In October 2002, the IASB and FASB signed a memorandum of understanding that has come to be known as the “Norwalk Agreement.” The two boards pledged to use their best efforts to (a) make their existing financial reporting standards “fully compatible as soon as is practicable” and (b) “to coordinate their future work programs to ensure that once achieved, compatibility is maintained.” “Fully compatible” was generally understood to mean that compliance with U.S. GAAP would also result in compliance with IFRS. That is, the standards would be aligned though not identical.

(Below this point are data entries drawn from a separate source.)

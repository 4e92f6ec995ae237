package furniture

import (
	"fmt"
	"math"

	"epure/geom/vec"
	"epure/render/drawing"
)

// Widths of the frame and of the grid, and the size of its letters, whatever the
// sheet (frame and letters from memory of ISO 5457).
const (
	frameWidth = 0.7
	gridWidth  = 0.35
	gridLetter = 3.5
	fieldSide  = 50.0 // of a grid field
	markInside = 10.0 // how far a centring mark enters the drawing space
)

// Frame returns the frame, the centring marks and the grid of a sheet, in the
// coordinates of the trimmed sheet.
func Frame(p Paper) []drawing.Mark {
	pen := drawing.Pen{Width: frameWidth, Type: drawing.Continuous}
	out := []drawing.Mark{{Key: named("frame", "border"), Role: drawing.Furniture, Pen: pen, Shape: p.Space().Outline()}}
	return append(append(out, p.grid()...), p.centring(pen)...)
}

// centring returns the four marks on the sheet's axes, from the outside of the
// grid to 10 mm inside the frame; where the title block lies, only to the frame.
func (p Paper) centring(pen drawing.Pen) []drawing.Mark {
	s, o := p.Space(), p.Space().Grow(gridStrip)
	x, y := p.Width/2, p.Height/2
	bottom := markInside
	if x > s.Max.X-BlockWidth-markInside {
		bottom = 0
	}
	at := func(x, y float64) vec.V2 { return vec.V2{X: x, Y: y} }
	k := func(side string) drawing.Key { return named("frame", "centring/"+side) }
	return []drawing.Mark{
		line(k("left"), pen, at(o.Min.X, y), at(s.Min.X+markInside, y)),
		line(k("right"), pen, at(o.Max.X, y), at(s.Max.X-markInside, y)),
		line(k("bottom"), pen, at(x, o.Min.Y), at(x, s.Min.Y+bottom)),
		line(k("top"), pen, at(x, o.Max.Y), at(x, s.Max.Y-markInside)),
	}
}

// fields returns the limits of the grid fields along one side: 50 mm each from
// the centring mark outward, what is left over to the corner fields.
func fields(side, lo, hi float64) []float64 {
	half := int(math.Round(side / 2 / fieldSide))
	out := []float64{lo}
	for i := 1 - half; i < half; i++ {
		out = append(out, side/2+fieldSide*float64(i))
	}
	return append(out, hi)
}

// gridLetters are the capitals in use: no I, no O. After Z they are doubled.
const gridLetters = "ABCDEFGHJKLMNPQRSTUVWXYZ"

func gridName(i int) string {
	name := ""
	for range i/len(gridLetters) + 1 {
		name += gridLetters[i%len(gridLetters) : i%len(gridLetters)+1]
	}
	return name
}

// grid returns the reference grid: numerals from left to right at top and bottom,
// letters from the top down at left and right. A4 has them at the top and the
// right only (from memory; a second-hand source says top and left).
func (p Paper) grid() []drawing.Mark {
	s, o := p.Space(), p.Space().Grow(gridStrip)
	pen := drawing.Pen{Width: gridWidth, Type: drawing.Continuous}
	out := []drawing.Mark{{Key: named("frame", "grid"), Role: drawing.Furniture, Pen: pen, Shape: o.Outline()}}
	xs := fields(p.Width, s.Min.X, s.Max.X)
	ys := fields(p.Height, s.Min.Y, s.Max.Y)
	rows := len(ys) - 1
	column := func(i int) string { return fmt.Sprint(i + 1) }
	row := func(i int) string { return gridName(rows - 1 - i) }
	out = append(out, strip("top", pen, xs, s.Max.Y, false, column)...)
	out = append(out, strip("right", pen, ys, s.Max.X, true, row)...)
	if p.Name != "A4" {
		out = append(out, strip("bottom", pen, xs, o.Min.Y, false, column)...)
		out = append(out, strip("left", pen, ys, o.Min.X, true, row)...)
	}
	return out
}

// strip returns the divisions and the letters of one side of the grid. The strip
// lies from at to at+gridStrip, along y when upright; the division at the
// centring mark is left to that.
func strip(side string, pen drawing.Pen, limits []float64, at float64, upright bool, name func(int) string) []drawing.Mark {
	var out []drawing.Mark
	place := func(along, across float64) vec.V2 {
		if upright {
			return vec.V2{X: across, Y: along}
		}
		return vec.V2{X: along, Y: across}
	}
	for i := range len(limits) - 1 {
		k := named("frame", fmt.Sprintf("grid/%s/%s", side, name(i)))
		if i > 0 && i != (len(limits)-1)/2 {
			out = append(out, line(k, pen, place(limits[i], at), place(limits[i], at+gridStrip)))
		}
		c := place((limits[i]+limits[i+1])/2, at+gridStrip/2)
		c.Y -= gridLetter / 2
		out = append(out, label(k, drawing.Text{At: c, Height: gridLetter, Anchor: drawing.Middle, String: name(i)}))
	}
	return out
}

// The two rectangles of a trimming mark: 10 by 5 (from memory of ISO 5457).
const (
	trimLong  = 10.0
	trimShort = 5.0
)

// TrimmingMarks returns the marks at the four corners for a sheet that is cut
// from the untrimmed size: two filled rectangles each that lie outside the
// corner, in the coordinates of the trimmed sheet (so partly negative).
func TrimmingMarks(p Paper) []drawing.Mark {
	var out []drawing.Mark
	for i, c := range []vec.V2{{}, {X: p.Width}, {X: p.Width, Y: p.Height}, {Y: p.Height}} {
		in := vec.V2{X: math.Copysign(1, p.Width/2-c.X), Y: math.Copysign(1, p.Height/2-c.Y)}
		for j, size := range []vec.V2{{X: trimLong, Y: trimShort}, {X: trimShort, Y: trimLong}} {
			a := vec.V2{X: c.X - in.X*trimShort, Y: c.Y - in.Y*trimShort}
			b := vec.V2{X: a.X + in.X*size.X, Y: a.Y + in.Y*size.Y}
			out = append(out, drawing.Mark{Key: named("frame", fmt.Sprintf("trim/%d/%d", i+1, j+1)), Role: drawing.Furniture,
				Fill: drawing.Fill{On: true}, Shape: drawing.EmptyBox().With(a).With(b).Outline()})
		}
	}
	return out
}
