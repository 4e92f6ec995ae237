package furniture

import (
	"fmt"
	"math"
)

// Scale is a scale of a drawing, paper over model, in lowest terms: {1, 5} is 1:5,
// {2, 1} is 2:1.
type Scale struct{ Paper, Model int }

// Value returns paper over model.
func (s Scale) Value() float64 { return float64(s.Paper) / float64(s.Model) }

// String returns the scale as ISO 5455 writes it: "1:5".
func (s Scale) String() string { return fmt.Sprintf("%d:%d", s.Paper, s.Model) }

// Scales returns the scales listed in ISO 5455:1979, from the largest down.
func Scales() []Scale {
	return []Scale{
		{50, 1}, {20, 1}, {10, 1}, {5, 1}, {2, 1}, {1, 1}, {1, 2}, {1, 5}, {1, 10}, {1, 20}, {1, 50},
		{1, 100}, {1, 200}, {1, 500}, {1, 1000}, {1, 2000}, {1, 5000}, {1, 10000},
	}
}

// scaleSlack is the part by which a factor may fall short of a scale that it is
// meant to be: it grows a sheet's length by a micrometre at most.
const scaleSlack = 1e-9

// scaleDecades bounds the list extended by powers of ten, as ISO 5455 allows.
const scaleDecades = 9

// NextDown returns the largest standard scale that is not larger than the factor
// fit (paper over model), the list being extended both ways by powers of ten. It
// is false for a factor that is not positive or lies outside 1:10^9 and 5·10^9:1.
func NextDown(fit float64) (Scale, bool) {
	if !(fit > 0) || math.IsInf(fit, 1) {
		return Scale{}, false
	}
	for decade := scaleDecades; decade >= -scaleDecades; decade-- {
		for _, digit := range []int{5, 2, 1} {
			if s, ok := decimal(digit, decade); ok && s.Value() <= fit*(1+scaleSlack) {
				return s, true
			}
		}
	}
	return Scale{}, false
}

// decimal returns the scale digit·10^decade in lowest terms.
func decimal(digit, decade int) (Scale, bool) {
	ten := 1
	for range max(decade, -decade) {
		ten *= 10
	}
	if decade >= 0 {
		return Scale{digit * ten, 1}, true
	}
	return Scale{1, ten / digit}, ten%digit == 0
}
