package furniture

import (
	"math"

	"epure/geom/vec"
	"epure/render/drawing"
	"epure/render/font"
)

// Dimensions after ISO 129-1:2018: narrow continuous lines, filled arrows of 15°
// as long as the figures are high, figures above the unbroken line and readable
// from the bottom or the right. Every function returns the marks of one
// dimension under one key; Feature is extended by "line", "arrow/1" and so on.

// DimStyle is how dimensions of a sheet are drawn.
type DimStyle struct {
	Height float64 // of figures, and the length of arrows, mm
	Pen    drawing.Pen
}

// DimStyleFor returns the style of a line group: figures ten times as high as
// their stroke (ISO 3098 type B), so 3.5 on sheets up to A2 and 5 above.
func DimStyleFor(g drawing.Group) DimStyle { return DimStyle{10 * g.Text, g.Thin()} }

// Distances of dimensions, mm.
const (
	FirstOffset = 10.0 // of the first dimension line from the outline
	NextOffset  = 8.0  // between parallel dimension lines
	textClear   = 1.0  // of figures above their line
	sideClear   = 1.0  // of figures beside an arrow or an extension line
)

// overshoot of an extension line past the dimension line, in line widths: 2 mm at
// 0.25.
const overshoot = 8

// leastSpace is the room for arrows inside, in arrow lengths; with less they
// stand outside.
const leastSpace = 2.5

// dim gathers the marks of one dimension.
type dim struct {
	key   drawing.Key
	style DimStyle
	marks []drawing.Mark
}

func (d *dim) feature(name string) drawing.Key {
	k := d.key
	if k.Feature != "" {
		name = k.Feature + "/" + name
	}
	k.Feature = name
	return k
}

func (d *dim) shape(name string, s drawing.Shape) {
	d.marks = append(d.marks, drawing.Mark{Key: d.feature(name), Role: drawing.Dimension, Pen: d.style.Pen, Shape: s})
}

func (d *dim) line(name string, a, b vec.V2) {
	if a.Dist(b) > drawing.FlatAxis {
		d.shape(name, drawing.Line{A: a, B: b})
	}
}

func (d *dim) arrow(name string, tip, dir vec.V2) {
	d.marks = append(d.marks, drawing.ArrowMark(d.feature(name), tip, dir, d.style.Height))
}

func (d *dim) width(s string) float64 { return font.Width(s, d.style.Height, false) }

// text sets figures above a line through at, along the reading direction r.
func (d *dim) text(s string, at, r vec.V2, a drawing.Anchor) {
	if s == "" {
		return
	}
	p := at.Along(r.Left(), textClear+d.style.Pen.Width/2)
	t := drawing.Text{At: p, Height: d.style.Height, Anchor: a, Angle: angleOf(r), String: s}
	m := label(d.feature("text"), t)
	m.Role = drawing.Dimension
	d.marks = append(d.marks, m)
}

// uprightSine is the cosine under which a line counts as upright, so that its
// figures are read from the right whatever rounding did to it: a thousandth of a
// degree, far less than anyone can see.
const uprightSine = 1.7e-5

// reading returns dir or its opposite: the one in which figures are read from the
// bottom or, on upright lines, from the right.
func reading(dir vec.V2) vec.V2 {
	u := dir.Unit()
	if u.X < -uprightSine || math.Abs(u.X) <= uprightSine && u.Y < 0 {
		return u.Scale(-1)
	}
	return u
}

// angleOf is the angle of a unit vector; whole quarters for level and upright
// ones.
func angleOf(u vec.V2) float64 { return math.Atan2(u.Y+0, u.X) }

// Linear is the distance of two points, measured along Dir.
type Linear struct {
	From, To vec.V2
	Dir      vec.V2  // the direction measured; zero: from From to To
	Offset   float64 // of the dimension line from the farther point on its side, mm, positive to the left of From -> To
	Text     string
}

// Marks returns the dimension: extension lines from the points, the dimension line
// with its arrows, and the text. Points that coincide along Dir give no marks.
func (l Linear) Marks(k drawing.Key, s DimStyle) []drawing.Mark {
	d := &dim{key: k, style: s}
	span := l.To.Sub(l.From)
	dir := l.Dir.Unit()
	if dir == (vec.V2{}) {
		dir = span.Unit()
	}
	length := span.Dot(dir)
	if length < 0 {
		dir, length = dir.Scale(-1), -length
	}
	if !(length > drawing.FlatAxis) {
		return nil
	}
	n := dir.Left()
	side := math.Copysign(1, l.Offset)
	out := max(side*l.From.Dot(n), side*l.To.Dot(n)) + math.Abs(l.Offset)
	a := l.From.Along(n, side*out-l.From.Dot(n))
	b := a.Along(dir, length)
	d.extension("extension/1", l.From, a, n.Scale(side))
	d.extension("extension/2", l.To, b, n.Scale(side))
	d.measured(a, b, l.Text)
	return d.marks
}

// extension draws an extension line from the outline at p to past the dimension
// line's end q; out points away from the outline.
func (d *dim) extension(name string, p, q, out vec.V2) {
	if p.Dist(q) > drawing.FlatAxis {
		d.line(name, p, q.Along(out, overshoot*d.style.Pen.Width))
	}
}

// measured draws the dimension line from a to b with arrows inside or outside,
// and the text above it, or beyond its reading end where it does not fit.
func (d *dim) measured(a, b vec.V2, text string) {
	r := reading(b.Sub(a))
	if r.Dot(b.Sub(a)) < 0 {
		a, b = b, a
	}
	length, w, h := a.Dist(b), d.width(text), d.style.Height
	outside := length < leastSpace*h
	from, to := a, b
	if outside {
		from, to = a.Along(r, -2*h), b.Along(r, 2*h)
		d.arrow("arrow/1", a, r)
		d.arrow("arrow/2", b, r.Scale(-1))
	} else {
		d.arrow("arrow/1", a, r.Scale(-1))
		d.arrow("arrow/2", b, r)
	}
	if w+sideClear <= length {
		d.text(text, drawing.Line{A: a, B: b}.At(0.5), r, drawing.Middle)
	} else {
		start := b.Along(r, sideClear)
		to = start.Along(r, w)
		if outside {
			to = to.Along(r, h)
			start = start.Along(r, h)
		}
		d.text(text, start, r, drawing.Start)
	}
	d.line("line", from, to)
}
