package build

import (
	"os"
	"testing"

	"epure/cmd/internal/host/hosttest"
)

// BenchmarkStages runs one example as `check` (all, composed, nothing written) and as `draw`.
func BenchmarkStages(b *testing.B) {
	text, err := os.ReadFile("../../../examples/roof-flashing.epure")
	if err != nil {
		b.Fatal(err)
	}
	w := hosttest.New(map[string]string{"a.epure": string(text)})
	for _, job := range []struct {
		name string
		job  Job
	}{
		{"evaluate", Job{All: true}},
		{"check", Job{All: true, Compose: true}},
		{"draw", Job{Compose: true, Formats: []string{"svg", "pdf"}}},
	} {
		b.Run(job.name, func(b *testing.B) {
			for b.Loop() {
				u := Load(&w.Host, "a.epure")
				u.Run(job.job, &w.Host)
				if u.Failed() {
					b.Fatal(u.Bag.Sorted())
				}
			}
		})
	}
}
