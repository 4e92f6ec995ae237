package build

import (
	"bytes"
	"errors"
	"fmt"
	"path/filepath"

	"epure/cmd/internal/host"
)

// Artefact is one output, finished in memory.
type Artefact struct {
	Name      string // of the file, without a folder
	MediaType string
	Bytes     []byte
}

// Outcome says what became of an artefact.
type Outcome struct {
	Path    string // of the file, as it is printed
	Changed bool   // false: it was there already, with the same bytes, and was left alone
}

// WriteError is the error of an output that could not be written.
type WriteError struct {
	Path string
	Err  error
}

// Error gives the path and the cause in the words of the system.
func (e *WriteError) Error() string { return fmt.Sprintf("cannot write %s: %s", e.Path, Cause(e.Err)) }

// Unwrap returns the cause.
func (e *WriteError) Unwrap() error { return e.Err }

// Cause returns the words of a system's error without the name of the call and
// of the file, which is often a temporary one.
func Cause(err error) string {
	for {
		inner := errors.Unwrap(err)
		if inner == nil {
			return err.Error()
		}
		err = inner
	}
}

// Put writes artefacts into a folder, which it makes when it is not there. All
// are written under other names first; only when every one is safe on the disk
// are they renamed. So each file is old or new at every moment, never cut short,
// and when the disk fills up nothing has changed. Files that have the same bytes
// already are not touched. The error is a *WriteError.
func Put(d host.Disk, folder string, artefacts []Artefact) ([]Outcome, error) {
	outcomes := make([]Outcome, len(artefacts))
	var pending []part
	for i, a := range artefacts {
		path := filepath.Join(folder, a.Name)
		outcomes[i] = Outcome{Path: filepath.ToSlash(path), Changed: !same(d, path, a.Bytes)}
		if outcomes[i].Changed {
			pending = append(pending, part{path: path, bytes: a.Bytes})
		}
	}
	if len(pending) == 0 {
		return outcomes, nil
	}
	if err := d.MakeFolder(folder); err != nil {
		return nil, &WriteError{Path: folder, Err: err}
	}
	return outcomes, replace(d, folder, pending)
}

// same says whether a file has exactly these bytes.
func same(d host.Disk, path string, want []byte) bool {
	have, err := d.Read(path, int64(len(want)))
	return err == nil && bytes.Equal(have, want)
}

// part is one file on its way.
type part struct {
	path, temporary string
	bytes           []byte
}

// replace writes all parts, then renames them. Whatever happens, no temporary file stays.
func replace(d host.Disk, folder string, parts []part) error {
	defer func() {
		for _, p := range parts {
			if p.temporary != "" {
				_ = d.Remove(p.temporary)
			}
		}
	}()
	for i := range parts {
		if err := parts[i].write(d, folder); err != nil {
			return &WriteError{Path: parts[i].path, Err: err}
		}
	}
	for i := range parts {
		if err := d.Rename(parts[i].temporary, parts[i].path); err != nil {
			return &WriteError{Path: parts[i].path, Err: err}
		}
		parts[i].temporary = ""
	}
	if err := d.SyncFolder(folder); err != nil {
		return &WriteError{Path: folder, Err: err}
	}
	return nil
}

// write puts the bytes on the disk under a temporary name.
func (p *part) write(d host.Disk, folder string) error {
	f, err := d.CreateBeside(folder)
	if err != nil {
		return err
	}
	p.temporary = f.Name()
	_, err = f.Write(p.bytes)
	if err == nil {
		err = f.Sync()
	}
	if closing := f.Close(); err == nil {
		err = closing
	}
	return err
}
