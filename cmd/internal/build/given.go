package build

import (
	"fmt"

	"epure/lang/catalogue"
	"epure/lang/quantity"
)

// Given is a `given` line of a file: what the command line may set.
type Given struct {
	Name string
	Kind catalogue.Kind
}

// Setting is one NAME=VALUE of the command line.
type Setting struct {
	Name, Text string
	Value      quantity.Value
}

// ReadSetting reads the value of a setting: one literal quantity, as it would
// stand in a file. The error is one sentence, with what to write when that is known.
func ReadSetting(name, text string) (Setting, error) {
	literal, wrong := quantity.Parse(text)
	if wrong == nil {
		return Setting{Name: name, Text: text, Value: literal.Value}, nil
	}
	err := fmt.Errorf("the value of `%s`: %s", name, wrong.Text)
	if wrong.Write != "" {
		err = fmt.Errorf("%w; write `%s`", err, wrong.Write)
	}
	return Setting{}, err
}

// For returns the value of a setting for a given, or an error when it is of
// another kind. The literal 0 goes for any.
func (s Setting) For(g Given) (quantity.Value, error) {
	if g.Kind.Class == catalogue.Unknown {
		return s.Value, nil
	}
	if g.Kind.Class != catalogue.Quantity {
		return s.Value, fmt.Errorf("`%s` is no quantity and cannot be set", s.Name)
	}
	v, ok := s.Value.As(g.Kind.Of)
	if !ok {
		return v, fmt.Errorf("`%s` is %s; `%s` is %s", s.Name, g.Kind.Of, s.Text, s.Value.Kind())
	}
	return v, nil
}
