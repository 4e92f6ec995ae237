package furniture

import (
	"fmt"
	"strings"

	"epure/geom/vec"
	"epure/render/drawing"
)

// TitleBlock holds the data fields of ISO 7200:2004 and those that stand beside
// them by custom. An empty field is drawn empty. Whether a drawing may be issued
// with what is given is for the caller to say, in Status.
type TitleBlock struct {
	Owner        string // legal owner
	Number       string // identification number
	Revision     string
	Date         string // date of issue, YYYY-MM-DD
	Sheet        string // sheet number, "1"
	Sheets       string // number of sheets; "1/3" is written
	Language     string // ISO 639
	Title        string
	Supplement   string // supplementary title
	Department   string // responsible department
	Reference    string // technical reference: whom to ask
	Approved     string // approval person
	Creator      string
	DocumentType string
	Status       string
	PaperSize    string
	Scale        string // main scale, "1:5"
	Units        string // "mm"
	Tolerance    string // general tolerance
	Projection   Projection
}

// BlockWidth is the width of the title block, mm, on every sheet (ISO 7200), and
// BlockHeight its height, which the standard leaves free.
const (
	BlockWidth  = 180.0
	BlockHeight = 37.0
)

// BlockBox returns where the title block lies on a paper: the lower right corner
// of the drawing space, which on upright A4 is its whole width.
func BlockBox(p Paper) drawing.Box {
	s := p.Space()
	return drawing.BoxAt(vec.V2{X: s.Max.X - BlockWidth, Y: s.Min.Y}, BlockWidth, BlockHeight)
}

// field is one box of the title block: place in mm from its lower left, caption,
// text, and the largest height of the text.
type field struct {
	x, y, w, h float64
	name       string
	text       string
	most       float64
}

// fields is the arrangement: who made it above, whose it is at the left, what it
// is in the middle, and at the right what it is filed by.
func (b TitleBlock) fields() []field {
	return []field{
		{0, 28, 46, 9, "Responsible department", b.Department, 2.5},
		{46, 28, 40, 9, "Technical reference", b.Reference, 2.5},
		{86, 28, 36, 9, "General tolerance", b.Tolerance, 2.5},
		{122, 28, 20, 9, "Scale", b.Scale, 3.5},
		{142, 28, 12, 9, "Units", b.Units, 3.5},
		{154, 28, 26, 9, "", "", 0},
		{0, 20, 46, 8, "Created by", b.Creator, 2.5},
		{46, 20, 40, 8, "Approved by", b.Approved, 2.5},
		{86, 20, 50, 8, "Document type", b.DocumentType, 2.5},
		{136, 20, 44, 8, "Document status", b.Status, 2.5},
		{0, 0, 46, 20, "Legal owner", b.Owner, 5},
		{122, 9, 58, 11, "Identification number", b.Number, 5},
		{122, 0, 10, 9, "Rev.", b.Revision, 3.5},
		{132, 0, 20, 9, "Date of issue", b.Date, 2.5},
		{152, 0, 8, 9, "Lang.", b.Language, 2.5},
		{160, 0, 12, 9, "Sheet", b.sheet(), 2.5},
		{172, 0, 8, 9, "Size", b.PaperSize, 2.5},
	}
}

// The title's field, and where its supplementary title begins (mm above the
// block's foot).
const (
	titleX, titleWidth, titleTop = 46.0, 76.0, 20.0
	supplementTop                = 8.2
	titleGap                     = 1.4 // between the title's last baseline and the supplementary title
)

func (b TitleBlock) sheet() string {
	if b.Sheet != "" && b.Sheets != "" {
		return b.Sheet + "/" + b.Sheets
	}
	return b.Sheet
}

// The captions and the air inside a field, mm.
const (
	captionHeight = 1.8
	inset         = 0.9
	footing       = 1.65 // of the last baseline above the field's foot: tails of 5 mm text, 3/10 h, stay inside
)

// Marks returns the title block with its lower right corner at corner.
func (b TitleBlock) Marks(corner vec.V2, g drawing.Group) []drawing.Mark {
	o := vec.V2{X: corner.X - BlockWidth, Y: corner.Y}
	out := []drawing.Mark{b.border(o, g)}
	for _, f := range b.fields() {
		out = append(out, f.marks(o, g)...)
	}
	out = append(out, b.title(o, g)...)
	at := vec.V2{X: o.X + 167, Y: o.Y + 32.5}
	return append(out, Symbol(b.Projection, at, 2.8, g)...)
}

// border is the block's own outline, as wide as the frame that it leans on.
func (b TitleBlock) border(o vec.V2, g drawing.Group) drawing.Mark {
	pen := drawing.Pen{Width: frameWidth, Type: drawing.Continuous}
	return drawing.Mark{Key: named("title block", "border"), Role: drawing.Furniture, Pen: pen,
		Shape: drawing.BoxAt(o, BlockWidth, BlockHeight).Outline()}
}

// marks draws a field: its box, its caption at the upper left, its text on the
// lower edge.
func (f field) marks(o vec.V2, g drawing.Group) []drawing.Mark {
	k := named("title block", strings.ToLower(f.name))
	p := vec.V2{X: o.X + f.x, Y: o.Y + f.y}
	out := []drawing.Mark{{Key: named(k.Thing, strings.TrimSpace(k.Feature+" field")), Role: drawing.Furniture,
		Pen: drawing.Pen{Width: g.Narrow, Type: drawing.Continuous}, Shape: drawing.BoxAt(p, f.w, f.h).Outline()}}
	out = append(out, caption(k, f.name, p, f.h)...)
	lines, h := Fit(f.text, f.w-2*inset, f.h-captionHeight-2*inset-footing, f.most)
	base := p.Y + footing + pitch*h*float64(len(lines)-1)
	return append(out, column(k, lines, vec.V2{X: p.X + inset, Y: base}, h, drawing.Start)...)
}

func caption(k drawing.Key, name string, p vec.V2, h float64) []drawing.Mark {
	if name == "" {
		return nil
	}
	at := vec.V2{X: p.X + inset, Y: p.Y + h - inset - captionHeight}
	k.Feature += " caption"
	return []drawing.Mark{label(k, drawing.Text{At: at, Height: captionHeight, String: name})}
}

// title draws the title under its caption, and the supplementary title below; a
// title without a supplementary one has the whole field.
func (b TitleBlock) title(o vec.V2, g drawing.Group) []drawing.Mark {
	k := named("title block", "title")
	p := vec.V2{X: o.X + titleX, Y: o.Y}
	out := []drawing.Mark{{Key: named(k.Thing, "title field"), Role: drawing.Furniture,
		Pen: drawing.Pen{Width: g.Narrow, Type: drawing.Continuous}, Shape: drawing.BoxAt(p, titleWidth, titleTop).Outline()}}
	out = append(out, caption(k, "Title", p, titleTop)...)
	top := titleTop - captionHeight - 2.5*inset
	foot := supplementTop + titleGap
	if strings.TrimSpace(b.Supplement) == "" {
		foot = footing
	}
	lines, h := Fit(b.Title, titleWidth-2*inset, top-foot, 5)
	below, h2 := Fit(b.Supplement, titleWidth-2*inset, supplementTop-footing, min(2.5, max(h, captionHeight)))
	out = append(out, column(k, lines, vec.V2{X: p.X + inset, Y: p.Y + top - h}, h, drawing.Start)...)
	return append(out, column(named(k.Thing, "supplementary title"), below,
		vec.V2{X: p.X + inset, Y: p.Y + supplementTop - h2}, h2, drawing.Start)...)
}

// numbered is the key of one line of several: the first keeps the name.
func numbered(k drawing.Key, i int) drawing.Key {
	if i > 0 {
		k.Feature = fmt.Sprintf("%s/%d", k.Feature, i+1)
	}
	return k
}
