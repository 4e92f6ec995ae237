package furniture

import (
	"math"

	"epure/geom/vec"
	"epure/render/drawing"
)

// Projection is the method that arranges the views.
type Projection uint8

// The methods of ISO 5456-2. NoProjection draws no symbol.
const (
	NoProjection Projection = iota
	FirstAngle
	ThirdAngle
)

// Symbol returns the symbol of a projection method about its centre: two views
// of a frustum with ends h and 2h and length 2h (proportions from memory). Its
// small end points left. The view from the left stands at the right in first
// angle and at the left in third angle. The box is 5h + 2o wide and 2h + 2o high
// with the overhang o of the centre lines; its stroke is h/10.
func Symbol(p Projection, centre vec.V2, h float64, g drawing.Group) []drawing.Mark {
	frustum, circles := centre.X-1.5*h, centre.X+1.5*h
	switch p {
	case NoProjection:
		return nil
	case ThirdAngle:
		frustum, circles = circles, frustum
	}
	at := func(x, dx, dy float64) vec.V2 { return vec.V2{X: x + dx*h, Y: centre.Y + dy*h} }
	k := func(f string) drawing.Key { return named("projection symbol", f) }
	c := [4]vec.V2{at(frustum, -1, -0.5), at(frustum, 1, -1), at(frustum, 1, 1), at(frustum, -1, 0.5)}
	outline := drawing.Path{Closed: true}
	for i := range c {
		outline.Pieces = append(outline.Pieces, drawing.Line{A: c[i], B: c[(i+1)%4]})
	}
	ring := func(r float64) drawing.Shape {
		return drawing.EllipseArc{C: at(circles, 0, 0), RX: r, RY: r, To: 2 * math.Pi}
	}
	o := 1 + SymbolOverhang
	pen := drawing.Pen{Width: h / 10, Type: drawing.Continuous}
	return []drawing.Mark{
		{Key: k("frustum"), Role: drawing.Furniture, Pen: pen, Shape: outline},
		{Key: k("circle/large"), Role: drawing.Furniture, Pen: pen, Shape: ring(h)},
		{Key: k("circle/small"), Role: drawing.Furniture, Pen: pen, Shape: ring(h / 2)},
		line(k("axis"), g.Centre(), at(frustum, -o, 0), at(frustum, o, 0)),
		line(k("centre/level"), g.Centre(), at(circles, -o, 0), at(circles, o, 0)),
		line(k("centre/upright"), g.Centre(), at(circles, 0, -o), at(circles, 0, o)),
	}
}

// SymbolOverhang is how far the symbol's centre lines reach past it, over h.
const SymbolOverhang = 0.35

With the Norwalk Agreement, the boards launched a series of both short-term and longer-term convergence projects aimed at eliminating differences in the two sets of standards. The two boards agreed that where either IFRS or U.S. GAAP had the clearly preferable standard, the other board would adopt that standard. And where both boards’ standards needed improvement, the boards would work jointly on an improved standard.

The Norwalk Agreement has been updated several times since 2002, but always with the objective of two sets of standards that were converged in principle if not in words. The IFRS-U.S. GAAP convergence approach has been repeatedly endorsed by global financial leaders such as the G-20 as an important step on the path toward a single set of global accounting standards.